La promesse d’un monde invivable
Il est des événements dont l’histoire ne mesure la portée qu’après coup. La promulgation de One Big Beautiful Bill coche toutes les cases d’un événement majeur. Encore faut-il en prendre la mesure pour résister à cette époque fondée sur la promesse folle de Trump, Orban et consorts, celle d’un monde tout simplement invivable.

Jusqu’alors les MAGA et leurs proxy idéologiques accumulaient échecs retentissants et victoires piteuses sur la lancée de leur mentor erratique, le Néron des Amériques. Nous n’étions pas, écrivions-nous à juste raison, dans la situation d’Octobre 1922 en Italie ou de janvier 1933 en Allemagne. Un saut qualitatif s’est cependant produit avec cette loi manifeste, dévastatrice pour l’ordre économique, loi raciste contre les migrants et loi meurtrière pour les libertés démocratiques.
Un texte adopté par le Congrès des États-Unis sans risque de recours, condamné au silence par une Cour suprême complice. Et derrière les facéties du bouffon, l’ombre portée du fascisme, celle de son Vice-Président, J. D. Vance. Cela ne signifie pas que le fascisme a triomphé outre-Atlantique, mais un acte fondateur y a été posé.
Dévastation de l’ordre économique mondial parce que la mondialisation, – « heureuse » ou pas, ce n’est pas la question – chèrement acquise dans la période précédente, est battue en brèche. La loi de la jungle est promue en art de gouverner à Washington comme à Pékin. La course à l’abîme par un gonflement sans précédent de la dette souveraine américaine – le ration dette sur PIB pouvant tangenter les 500 % – induit un risque de big bang par effondrement, dont l’effet de souffle balaierait la planète financière et par voie de contagion l’économie mondiale.

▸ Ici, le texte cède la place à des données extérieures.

EXACT = {
    "empty": (
        "",
        "plan.toml: expected a table [study], got none; add [study].",
        "plan.toml: expected a table [input], got none; add [input].",
        "plan.toml: expected a table [baseline], got none; add [baseline].",
    ),
    "unknown table": (
        PLAN + "[chanels]\n",
        f'plan.toml, line 23, chanels: expected a key among {TABLES}, got "chanels"; did you mean "channels"? correct or '
        "remove it.",
    ),
    "unknown keys": (
        changed(("permutations", "permutation"), ("first =", "frist ="), ("times", "time"), ("window", "windo")),
        'plan.toml, line 3, study, permutation: expected a key among "alpha", "name", "permutations", "seed", got '
        '"permutation"; did you mean "permutations"? correct or remove it.',
        'plan.toml, line 13, baseline: expected the key "window", got none; add window = [start, stop] in s, before the '
        "event.",
        'plan.toml, line 14, baseline, windo: expected a key among "baseline_mean", "order", "reference", '
        '"reference_condition", "trial_counts", "unit", "window", "within", got "windo"; did you mean "window"? correct or '
        "remove it.",
        f'plan.toml, line 16, test, time: expected a key among {TEST_KEYS}, got "time"; did you mean "times"? correct or '
        "remove it.",
        f'plan.toml, line 18, {NAMED}: expected the key "first", which paired needs, got none; add it.',
        f'plan.toml, line 21, {NAMED}, frist: expected an argument of paired among "first", "second", "test", got "frist"; '
        'did you mean "first"? correct or remove it.',
    ),
    "kinds": (
        changed(('"tiny"', '3\nalpha = "0.05"'), ("= 64", "= 1e3"), ('["memory"]', '"memory"'), ('"paired"', "true")),
        "plan.toml, line 2, study, name: expected a text, got 3; correct the value.",
        'plan.toml, line 3, study, alpha: expected a number, got "0.05"; correct the value.',
        "plan.toml, line 4, study, permutations: expected a whole number, got 1000.0; correct the value.",
        'plan.toml, line 10, conditions, columns: expected a list, got "memory"; write ["memory"].',
        f"plan.toml, line 21, {NAMED}, design: expected a text, got true; correct the value.",
    ),
    "bounds": (
        changed(("= 64", "= 1\nalpha = 1\nseed = 18446744073709551616")),
        "plan.toml, line 3, study, permutations: expected a number of at least 2, got 1; correct the number.",
        "plan.toml, line 4, study, alpha: expected a number below 1, got 1; correct the number.",
        "plan.toml, line 5, study, seed: expected a number below 18446744073709551616, got 18446744073709551616; correct "
        "the number.",
    ),
    "too many": (
        changed(("= 64", "= 99999999999999999999\nalpha = nan")),
        "plan.toml, line 3, study, permutations: expected a number of at most 1000000000, got 99999999999999999999; correct "
        "the number.",
        "plan.toml, line 4, study, alpha: expected a finite number, got nan; correct the value.",
    ),
    "empty lists": (
        changed(('["memory"]', "[]"), ('["recalled", "missed"]', "[]"), ("[-0.4, -0.2]", "[]"), ("[0.0, 0.4]", "[]")),
        "plan.toml, line 9, conditions, columns: expected a list that is not empty, got []; correct the value.",
        "plan.toml, line 10, conditions, conditions: expected a list that is not empty, got []; correct the value.",
        "plan.toml, line 14, baseline, window: expected two numbers, start and stop in s, got []; write [-0.5, -0.2] for "
        "instance.",
        "plan.toml, line 16, test, times: expected a list of two, got []; correct the value.",
    ),
    "options": (
        PLAN + 'test = { alternative = "both", robust = "rnk", mean_across = ["chanels"] }\n',
        f'plan.toml, line 23, {NAMED}, test, mean_across 1: expected one of "channels", "frequencies", "times", got '
        '"chanels"; choose one of them.',
        f'plan.toml, line 23, {NAMED}, test, alternative: expected one of "greater", "less", "two-sided", got "both"; '
        "choose one of them.",
        f'plan.toml, line 23, {NAMED}, test, robust: expected one of "rank", "trimmed", got "rnk"; choose one of them.',
    ),
    "brackets": (
        changed(("[study]", "[[study]]"), ("[[contrast]]", "[contrast]")),
        "plan.toml, line 1, study: expected one table, got 1 in a list; write [study] in single brackets.",
        "plan.toml, line 18, contrast: expected a list of tables, got one table; write [[contrast]] in double brackets.",
    ),
    "baseline": (
        changed(
            ("[-0.4, -0.2]", '[-400, -200]\nunit = "dB"\nreference = 3\ntrial_counts = "even"\nreference_condition = "r"')
        ),
        "plan.toml, line 14, baseline, window: expected seconds within 100 of the event, got -400 to -200, probably "
        "milliseconds; divide both edges by 1000.",
        'plan.toml, line 15, baseline, unit: expected one of "decibel", "none", "percent_change", "ratio", "z_score", got '
        '"dB"; choose one of them.',
        'plan.toml, line 16, baseline, reference: expected one of "named", "own", "pooled", got 3; choose one of them.',
        'plan.toml, line 17, baseline, trial_counts: expected one of "as_recorded", "equal", "jackknife", got "even"; '
        "choose one of them.",
    ),
    "edges the wrong way round": (
        changed(("[-0.4, -0.2]", "[-0.2, -0.4]"), ("[0.0, 0.4]", "[0.4, 0.0]"))
        + BANDS.replace("4, 8", "8, 4")
        + WINDOWS.replace("0, 0.4", "0.4, 0")
        + BAND_TEST,
        "plan.toml, line 14, baseline, window: expected a start not after its stop, in s, got -0.2 to -0.4; exchange the "
        "two edges.",
        "plan.toml, line 16, test, times: expected a lower edge before the upper one, got 0.4 to 0; exchange the two edges.",
        'plan.toml, line 25, band "theta", frequencies: expected a lower edge before the upper one, got 8 to 4; exchange '
        "the two edges.",
        'plan.toml, line 28, window "early", times: expected a lower edge before the upper one, got 0.4 to 0; exchange the '
        "two edges.",
    ),
    "correction, no kind": (
        changed((CORRECTION, "{ forming_p = 0.05 }")),
        f"plan.toml, line 17, test, correction: expected a correction with kind among {KINDS}, got none; write "
        '{ kind = "cluster_mass", forming_p = 0.01 }.',
    ),
    "correction, kind": (
        changed((CORRECTION, '{ kind = "clustermass" }')),
        f'plan.toml, line 17, test, correction: expected a correction with kind among {KINDS}, got "clustermass"; did you '
        'mean "cluster_mass"? write { kind = "cluster_mass", forming_p = 0.01 }.',
    ),
    "correction, key": (
        changed(("forming_p", "forming")),
        'plan.toml, line 17, test, correction: expected keys of cluster_mass among "forming_p", "kind", got "forming"; did '
        'you mean "forming_p"? correct or remove them.',
    ),
    "correction, value": (
        changed(("0.05 }", "5 }")),
        "plan.toml, line 17, test, correction, forming_p: expected a number between 0 and 1, got 5; write 0.05 for five "
        "percent.",
    ),
    "correction, a text": (
        changed((CORRECTION, '"cluster_mass"')),
        'plan.toml, line 17, test, correction: expected a table, got "cluster_mass"; correct the value.',
    ),
    "correction of a contrast": (
        PLAN + 'test = { correction = { kind = "maximum", forming_p = 0.01 } }\n',
        f'plan.toml, line 23, {NAMED}, test, correction: expected keys of maximum among "kind", got "forming_p"; correct or '
        "remove them.",
    ),
    "design": (
        changed(('"paired"', '"pared"')),
        f'plan.toml, line 20, {NAMED}, design: expected a design among "against_zero", "between_groups", "interaction", '
        '"paired", "repeated_measures", "several_groups", "slope", "trend", "trialwise", "trialwise_change", '
        '"trialwise_slope", "weighted", got "pared"; did you mean "paired"? choose one of them.',
    ),
    "no design": (
        changed(('design = "paired"\n', "")),
        f'plan.toml, line 18, {NAMED}: expected the key "design", got none; add it.',
    ),
    "subject of a design over subjects": (
        PLAN + 'subject = "03"\n',
        f'plan.toml, line 23, {NAMED}, subject: expected no subject for a design over subjects, got "03"; remove it.',
    ),
    "averages of a design over trials": (
        changed((CONTRAST, '[[contrast]]\nname = "c"\ndesign = "trialwise_change"\ntest = { mean_across = ["times"] }\n')),
        'plan.toml, line 18, contrast "c": expected no mean_across for a design over trials, got "times"; choose '
        "frequencies and times instead.",
    ),
    "band test over trials": (
        PLAN + BANDS + WINDOWS + '[[band_test]]\nname = "t"\ndesign = "trialwise_change"\n',
        'plan.toml, line 31, band_test "t", design: expected a design over subjects, got "trialwise_change"; the band table '
        "compares subjects.",
    ),
    "names twice": (
        PLAN + CONTRAST,
        f'plan.toml, line 23, {NAMED}: expected each name once, got "recalled against missed" more than once; rename one.',
    ),
    "names that collide as folders": (
        PLAN + CONTRAST.replace("recalled against", "Recalled_against"),
        'plan.toml, line 23, contrast "Recalled_against missed": expected names that stay distinct as folder names, got '
        '"Recalled_against missed", "recalled against missed"; rename one of them.',
    ),
    "nothing to do": (
        changed((CONTRAST, "")),
        "plan.toml: expected at least one [[contrast]] or [[band_test]], got none; add what is to be compared.",
    ),
    "bands without a test": (
        PLAN + BANDS,
        "plan.toml: expected a [[band_test]] for the bands and windows, got none; add the comparison that the band table "
        "runs, or remove them.",
    ),
    "a band test without windows": (
        PLAN + BANDS + BAND_TEST,
        'plan.toml, line 26, band_test "t": expected bands and windows for the band table, got none of either or both; add '
        "[[band]] and [[window]].",
    ),
    "band against an unknown band": (
        PLAN + BANDS + BANDS.replace("theta", "x").replace("[4, 8]", '["theta", "alpa"]') + WINDOWS + BAND_TEST,
        'plan.toml, line 28, band "x", frequencies: expected bands among "theta", got "alpa"; name two bands that have '
        "edges.",
    ),
    "band of one name": (
        PLAN + BANDS.replace("[4, 8]", '["theta"]') + WINDOWS + BAND_TEST,
        'plan.toml, line 25, band "theta", frequencies: expected two edges in Hz, or the names of two bands, got ["theta"]; '
        "write [4, 8] for instance.",
    ),
    "no conditions": (
        changed(('[conditions]\ncolumns = ["memory"]\nconditions = ["recalled", "missed"]\n', "")),
        "plan.toml: expected a table [conditions] with the trial columns that define them, got none; add [conditions] with "
        'columns = ["memory"] for instance.',
    ),
    "sphere without electrodes": (
        changed(('"none"', '"sphere"')),
        'plan.toml, line 12, channels, adjacency: expected an electrode table for the positions, got none; add electrodes = '
        '"electrodes.tsv", or set adjacency = "none".',
    ),
    "pairs without their table": (
        changed(('"none"', '"pairs"\nfarthest = 3')),
        "plan.toml, line 12, channels, adjacency: expected a table of pairs with the columns first and second, got none; add "
        'pairs = "pairs.tsv".',
        'plan.toml, line 13, channels, farthest: expected adjacency = "distance" beside it, got "pairs"; set it, or remove '
        "farthest.",
    ),
    "distance without the distance": (
        changed(('"none"', '"distance"\nelectrodes = "e.tsv"\ngroups = { frontal = [] }')),
        "plan.toml, line 12, channels, adjacency: expected the largest distance of neighbours, got none; add farthest = ... "
        "in the unit of the positions.",
        "plan.toml, line 14, channels, groups, frontal: expected at least one channel, got none; name its channels.",
    ),
    "layout": (
        changed(("[participants]", "[input.keep]\nrt = { at_mst = 3 }\n[input.names]\npwer = 'x'\n[participants]")),
        'plan.toml, line 7, input, keep, rt: expected a label, or some of "at_least", "at_most", "one_of", got "at_mst"; use '
        "these words.",
        'plan.toml, line 8, input, names: expected parts among "axes", "channels", "frequencies", "power", "power_unit", '
        '"scaling", "subject", "times", "trials", "trials.COLUMN", "wavelet_cycles", got "pwer"; did you mean "power"? use '
        "one of them.",
    ),
    "backslash": (
        changed(("power/S", "power\\S")),
        "plan.toml: expected a file in TOML, got Unescaped '\\' in a string (at line 5, column 17); write / between folders, "
        "which Windows takes too.",
    ),
    "key twice": (
        changed(("permutations", "name = 'x'\npermutations")),
        "plan.toml: expected a file in TOML, got Cannot overwrite a value (at line 3, column 11); keep one of the two; "
        "contrasts, bands and windows stand in double brackets, [[contrast]].",
    ),
    "no TOML": (
        "study: tiny\n",
        "plan.toml: expected a file in TOML, got Expected '=' after a key in a key/value pair (at line 1, column 6); mend "
        "that place; texts stand in double quotes.",
    ),
    "brackets without end": (
        "x = " + "[" * 5000,
        "plan.toml: expected a file in TOML, got brackets nested too deeply; write the plan anew.",
    ),
}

Et quand bien même le pire ne se produirait pas, la voie est grande-ouverte pour les basses œuvres de fonds souverains prédateurs échappant à tout contrôle, à toute régulation multilatérale, s’ajoutant à celles des fonds privés spéculatifs.
Ils gèrent déjà approximativement treize mille milliards de dollars, sous le drapeau de nationalismes primaires, souvent dans la plus grande opacité sur leurs actifs, drapeau déployé ou plus discrètement, voire secrètement. Trump a créé celui de Washington. Celui d’Oslo, le plus gros, est transparent mais c’est l’exception qui confirme la règle. Objectif, spolier le voisin pour s’enrichir. Le capitalisme du XXIe siècle n’inaugure pas un nouvel âge, le énième, d’or ou de fer blanc, il mute vers la pire expression de son histoire qui conjuguerait tout à la fois la dimension compradores des proxys avec la puissance d’États militarisés à leur solde. La haine véhiculée contre l’étranger, les scientifiques, les institutions démocratiques, l’adaptation au réchauffement climatique et tout ce qui les gêne en est l’habillage idéologique. Un retour, en quelque sorte, au temps des comptoirs et autres colonies si l’humanité dans sa diversité laissait faire.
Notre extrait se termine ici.